- TASK TO COMPLETE -
Return exactly the lines of the records below, starting at the line that contains "from bandcalc.spread.propagation import" and ending at the line that contains "design with the", with both of those lines kept.

DATA SHOWN: Begin

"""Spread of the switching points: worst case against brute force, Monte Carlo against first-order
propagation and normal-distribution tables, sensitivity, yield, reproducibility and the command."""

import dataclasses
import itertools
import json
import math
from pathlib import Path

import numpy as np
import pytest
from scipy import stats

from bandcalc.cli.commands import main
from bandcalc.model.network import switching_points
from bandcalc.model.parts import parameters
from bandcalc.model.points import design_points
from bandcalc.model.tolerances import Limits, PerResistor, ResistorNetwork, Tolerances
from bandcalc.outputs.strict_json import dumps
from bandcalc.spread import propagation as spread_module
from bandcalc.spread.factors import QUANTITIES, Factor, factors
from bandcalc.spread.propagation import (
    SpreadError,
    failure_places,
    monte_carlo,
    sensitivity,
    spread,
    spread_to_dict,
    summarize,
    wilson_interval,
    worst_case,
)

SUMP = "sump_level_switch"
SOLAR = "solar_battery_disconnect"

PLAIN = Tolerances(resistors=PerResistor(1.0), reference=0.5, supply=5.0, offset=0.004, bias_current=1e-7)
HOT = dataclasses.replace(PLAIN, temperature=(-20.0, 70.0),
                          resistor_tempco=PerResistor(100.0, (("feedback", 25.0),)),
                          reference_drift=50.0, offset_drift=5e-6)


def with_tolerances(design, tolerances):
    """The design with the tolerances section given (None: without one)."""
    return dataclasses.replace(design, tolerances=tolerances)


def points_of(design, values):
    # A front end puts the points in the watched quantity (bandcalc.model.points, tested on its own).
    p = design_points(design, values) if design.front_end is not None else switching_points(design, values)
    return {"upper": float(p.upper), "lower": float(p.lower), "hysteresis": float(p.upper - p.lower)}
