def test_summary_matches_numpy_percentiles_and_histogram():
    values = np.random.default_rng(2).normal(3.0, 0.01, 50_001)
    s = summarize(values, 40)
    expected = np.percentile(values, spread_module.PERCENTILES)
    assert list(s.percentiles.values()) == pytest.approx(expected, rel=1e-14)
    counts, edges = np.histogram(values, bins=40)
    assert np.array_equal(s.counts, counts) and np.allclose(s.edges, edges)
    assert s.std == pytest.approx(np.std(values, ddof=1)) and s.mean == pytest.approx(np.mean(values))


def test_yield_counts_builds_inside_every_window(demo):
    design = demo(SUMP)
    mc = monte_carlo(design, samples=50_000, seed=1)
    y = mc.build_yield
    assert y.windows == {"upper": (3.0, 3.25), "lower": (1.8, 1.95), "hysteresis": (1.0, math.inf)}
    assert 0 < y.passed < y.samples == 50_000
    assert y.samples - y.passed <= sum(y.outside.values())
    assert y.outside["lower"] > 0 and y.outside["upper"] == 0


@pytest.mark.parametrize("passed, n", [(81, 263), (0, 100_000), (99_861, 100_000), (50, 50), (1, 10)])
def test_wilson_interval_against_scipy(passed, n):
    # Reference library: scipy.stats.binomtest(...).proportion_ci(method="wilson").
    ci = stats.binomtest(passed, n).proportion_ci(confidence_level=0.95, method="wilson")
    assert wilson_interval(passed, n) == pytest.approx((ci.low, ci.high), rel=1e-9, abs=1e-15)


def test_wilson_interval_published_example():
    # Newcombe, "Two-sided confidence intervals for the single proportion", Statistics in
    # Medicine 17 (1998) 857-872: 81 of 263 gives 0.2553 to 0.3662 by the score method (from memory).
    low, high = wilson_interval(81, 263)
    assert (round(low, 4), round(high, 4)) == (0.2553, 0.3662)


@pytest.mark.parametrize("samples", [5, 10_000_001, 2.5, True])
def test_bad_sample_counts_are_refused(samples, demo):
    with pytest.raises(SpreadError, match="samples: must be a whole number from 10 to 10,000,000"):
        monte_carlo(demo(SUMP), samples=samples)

DATA SHOWN: End
DATA SHOWN: Begin

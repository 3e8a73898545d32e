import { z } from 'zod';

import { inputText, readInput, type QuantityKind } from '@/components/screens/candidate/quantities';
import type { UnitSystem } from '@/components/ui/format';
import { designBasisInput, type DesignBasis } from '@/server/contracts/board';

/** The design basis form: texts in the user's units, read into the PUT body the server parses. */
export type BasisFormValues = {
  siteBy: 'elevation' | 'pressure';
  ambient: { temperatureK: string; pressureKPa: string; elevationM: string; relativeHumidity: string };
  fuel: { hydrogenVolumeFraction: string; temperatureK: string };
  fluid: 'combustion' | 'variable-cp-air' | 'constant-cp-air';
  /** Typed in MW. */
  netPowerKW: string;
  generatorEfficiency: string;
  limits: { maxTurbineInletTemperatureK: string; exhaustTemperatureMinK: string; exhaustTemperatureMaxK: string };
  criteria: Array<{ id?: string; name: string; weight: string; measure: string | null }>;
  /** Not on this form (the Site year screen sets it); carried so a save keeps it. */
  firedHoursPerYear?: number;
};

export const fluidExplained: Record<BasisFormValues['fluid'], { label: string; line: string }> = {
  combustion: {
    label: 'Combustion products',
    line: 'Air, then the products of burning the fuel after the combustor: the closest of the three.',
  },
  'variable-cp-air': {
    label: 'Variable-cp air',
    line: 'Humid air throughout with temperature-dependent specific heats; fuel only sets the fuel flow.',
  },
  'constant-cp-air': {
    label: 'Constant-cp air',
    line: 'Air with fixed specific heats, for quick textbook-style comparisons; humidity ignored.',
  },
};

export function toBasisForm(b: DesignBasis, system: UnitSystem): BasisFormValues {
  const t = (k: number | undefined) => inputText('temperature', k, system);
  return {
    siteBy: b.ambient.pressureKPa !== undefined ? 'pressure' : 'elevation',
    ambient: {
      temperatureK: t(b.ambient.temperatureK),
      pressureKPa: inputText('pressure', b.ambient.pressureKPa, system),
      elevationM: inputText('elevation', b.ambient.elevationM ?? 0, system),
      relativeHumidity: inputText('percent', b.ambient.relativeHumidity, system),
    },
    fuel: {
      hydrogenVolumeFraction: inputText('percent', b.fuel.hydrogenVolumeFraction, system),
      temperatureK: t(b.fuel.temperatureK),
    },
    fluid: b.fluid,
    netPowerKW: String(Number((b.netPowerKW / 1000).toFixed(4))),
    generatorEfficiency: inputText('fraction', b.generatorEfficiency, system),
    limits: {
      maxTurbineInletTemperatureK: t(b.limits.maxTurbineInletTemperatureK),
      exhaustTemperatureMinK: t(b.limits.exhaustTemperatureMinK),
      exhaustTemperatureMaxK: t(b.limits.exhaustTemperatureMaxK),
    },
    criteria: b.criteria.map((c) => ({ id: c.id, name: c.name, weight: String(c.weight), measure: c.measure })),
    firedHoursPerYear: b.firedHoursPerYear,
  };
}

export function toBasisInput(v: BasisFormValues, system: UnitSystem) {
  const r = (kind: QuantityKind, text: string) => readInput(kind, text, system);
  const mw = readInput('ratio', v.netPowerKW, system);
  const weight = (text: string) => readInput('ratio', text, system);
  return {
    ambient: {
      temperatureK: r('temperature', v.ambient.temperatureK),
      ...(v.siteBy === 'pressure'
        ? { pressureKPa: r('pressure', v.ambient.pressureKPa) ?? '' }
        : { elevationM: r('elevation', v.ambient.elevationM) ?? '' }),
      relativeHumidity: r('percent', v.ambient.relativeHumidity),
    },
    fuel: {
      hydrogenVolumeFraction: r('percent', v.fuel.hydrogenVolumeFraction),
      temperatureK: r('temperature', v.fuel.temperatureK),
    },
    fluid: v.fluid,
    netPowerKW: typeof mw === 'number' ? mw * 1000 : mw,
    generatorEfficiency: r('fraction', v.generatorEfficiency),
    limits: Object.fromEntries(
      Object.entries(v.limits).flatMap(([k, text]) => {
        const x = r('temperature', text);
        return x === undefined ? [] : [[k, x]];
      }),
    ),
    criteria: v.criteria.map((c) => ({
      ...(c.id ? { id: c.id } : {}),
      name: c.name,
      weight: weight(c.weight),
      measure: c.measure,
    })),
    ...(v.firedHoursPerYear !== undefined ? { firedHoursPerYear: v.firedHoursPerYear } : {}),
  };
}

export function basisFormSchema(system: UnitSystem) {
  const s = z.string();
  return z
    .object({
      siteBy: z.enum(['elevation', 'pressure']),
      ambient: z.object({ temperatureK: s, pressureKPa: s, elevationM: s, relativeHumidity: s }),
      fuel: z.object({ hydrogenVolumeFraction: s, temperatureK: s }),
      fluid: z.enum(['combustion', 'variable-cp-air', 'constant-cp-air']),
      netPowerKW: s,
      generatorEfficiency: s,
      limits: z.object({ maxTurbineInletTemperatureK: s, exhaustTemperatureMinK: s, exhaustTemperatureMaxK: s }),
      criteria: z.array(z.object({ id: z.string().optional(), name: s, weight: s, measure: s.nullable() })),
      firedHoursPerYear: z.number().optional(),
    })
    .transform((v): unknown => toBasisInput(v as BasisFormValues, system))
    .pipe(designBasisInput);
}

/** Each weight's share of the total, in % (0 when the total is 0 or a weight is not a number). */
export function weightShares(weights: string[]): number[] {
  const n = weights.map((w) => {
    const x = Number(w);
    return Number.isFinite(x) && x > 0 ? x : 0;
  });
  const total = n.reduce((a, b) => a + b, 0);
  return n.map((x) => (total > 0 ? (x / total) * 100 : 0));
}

DATA SHOWN: End

- ANSWER TO THIS TASK -
from bandcalc.spread.propagation import (
    SpreadError,
    failure_places,
    monte_carlo,
    sensitivity,
    spread,
    spread_to_dict,
    summarize,
    wilson_interval,
    worst_case,
)

SUMP = "sump_level_switch"
SOLAR = "solar_battery_disconnect"

PLAIN = Tolerances(resistors=PerResistor(1.0), reference=0.5, supply=5.0, offset=0.004, bias_current=1e-7)
HOT = dataclasses.replace(PLAIN, temperature=(-20.0, 70.0),
                          resistor_tempco=PerResistor(100.0, (("feedback", 25.0),)),
                          reference_drift=50.0, offset_drift=5e-6)


def with_tolerances(design, tolerances):
    """The design with the tolerances section given (None: without one)."""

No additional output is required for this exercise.